● **Problem description**:
Please copy out all the data. Every detail stays the same.

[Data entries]

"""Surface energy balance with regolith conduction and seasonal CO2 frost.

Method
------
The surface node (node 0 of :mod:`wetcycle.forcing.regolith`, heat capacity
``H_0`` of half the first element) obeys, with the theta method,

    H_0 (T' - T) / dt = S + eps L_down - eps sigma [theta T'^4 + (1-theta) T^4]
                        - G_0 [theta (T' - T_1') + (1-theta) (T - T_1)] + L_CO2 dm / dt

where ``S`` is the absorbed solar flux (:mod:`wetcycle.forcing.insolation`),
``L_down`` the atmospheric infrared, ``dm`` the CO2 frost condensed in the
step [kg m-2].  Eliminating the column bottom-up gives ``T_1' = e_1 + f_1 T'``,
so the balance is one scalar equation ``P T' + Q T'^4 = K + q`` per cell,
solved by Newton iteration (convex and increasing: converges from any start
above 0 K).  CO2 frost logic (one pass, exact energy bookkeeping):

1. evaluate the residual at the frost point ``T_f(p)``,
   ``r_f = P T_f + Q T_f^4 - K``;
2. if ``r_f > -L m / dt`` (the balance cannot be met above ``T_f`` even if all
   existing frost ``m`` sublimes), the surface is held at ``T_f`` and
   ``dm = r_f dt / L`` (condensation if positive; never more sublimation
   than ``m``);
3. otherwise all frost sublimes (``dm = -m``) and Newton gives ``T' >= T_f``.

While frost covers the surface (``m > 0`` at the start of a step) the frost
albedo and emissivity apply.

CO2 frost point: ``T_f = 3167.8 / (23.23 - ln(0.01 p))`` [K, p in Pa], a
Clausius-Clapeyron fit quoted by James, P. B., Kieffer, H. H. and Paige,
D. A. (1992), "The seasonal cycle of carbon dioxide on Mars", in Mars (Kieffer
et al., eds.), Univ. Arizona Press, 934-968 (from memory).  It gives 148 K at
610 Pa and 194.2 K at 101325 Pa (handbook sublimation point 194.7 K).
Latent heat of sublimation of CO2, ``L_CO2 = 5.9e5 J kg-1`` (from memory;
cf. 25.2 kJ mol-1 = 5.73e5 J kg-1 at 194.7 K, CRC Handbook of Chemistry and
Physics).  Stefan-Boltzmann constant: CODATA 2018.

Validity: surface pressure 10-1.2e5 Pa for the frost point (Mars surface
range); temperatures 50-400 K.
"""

● **Completed exercise**:
"""Surface energy balance with regolith conduction and seasonal CO2 frost.

Method
------
The surface node (node 0 of :mod:`wetcycle.forcing.regolith`, heat capacity
``H_0`` of half the first element) obeys, with the theta method,

    H_0 (T' - T) / dt = S + eps L_down - eps sigma [theta T'^4 + (1-theta) T^4]
                        - G_0 [theta (T' - T_1') + (1-theta) (T - T_1)] + L_CO2 dm / dt

where ``S`` is the absorbed solar flux (:mod:`wetcycle.forcing.insolation`),
``L_down`` the atmospheric infrared, ``dm`` the CO2 frost condensed in the
step [kg m-2].  Eliminating the column bottom-up gives ``T_1' = e_1 + f_1 T'``,
so the balance is one scalar equation ``P T' + Q T'^4 = K + q`` per cell,
solved by Newton iteration (convex and increasing: converges from any start
above 0 K).  CO2 frost logic (one pass, exact energy bookkeeping):

1. evaluate the residual at the frost point ``T_f(p)``,
   ``r_f = P T_f + Q T_f^4 - K``;
2. if ``r_f > -L m / dt`` (the balance cannot be met above ``T_f`` even if all
   existing frost ``m`` sublimes), the surface is held at ``T_f`` and
   ``dm = r_f dt / L`` (condensation if positive; never more sublimation
   than ``m``);
3. otherwise all frost sublimes (``dm = -m``) and Newton gives ``T' >= T_f``.

While frost covers the surface (``m > 0`` at the start of a step) the frost
albedo and emissivity apply.

CO2 frost point: ``T_f = 3167.8 / (23.23 - ln(0.01 p))`` [K, p in Pa], a
Clausius-Clapeyron fit quoted by James, P. B., Kieffer, H. H. and Paige,
D. A. (1992), "The seasonal cycle of carbon dioxide on Mars", in Mars (Kieffer
et al., eds.), Univ. Arizona Press, 934-968 (from memory).  It gives 148 K at
610 Pa and 194.2 K at 101325 Pa (handbook sublimation point 194.7 K).
Latent heat of sublimation of CO2, ``L_CO2 = 5.9e5 J kg-1`` (from memory;
cf. 25.2 kJ mol-1 = 5.73e5 J kg-1 at 194.7 K, CRC Handbook of Chemistry and
Physics).  Stefan-Boltzmann constant: CODATA 2018.

Validity: surface pressure 10-1.2e5 Pa for the frost point (Mars surface
range); temperatures 50-400 K.
"""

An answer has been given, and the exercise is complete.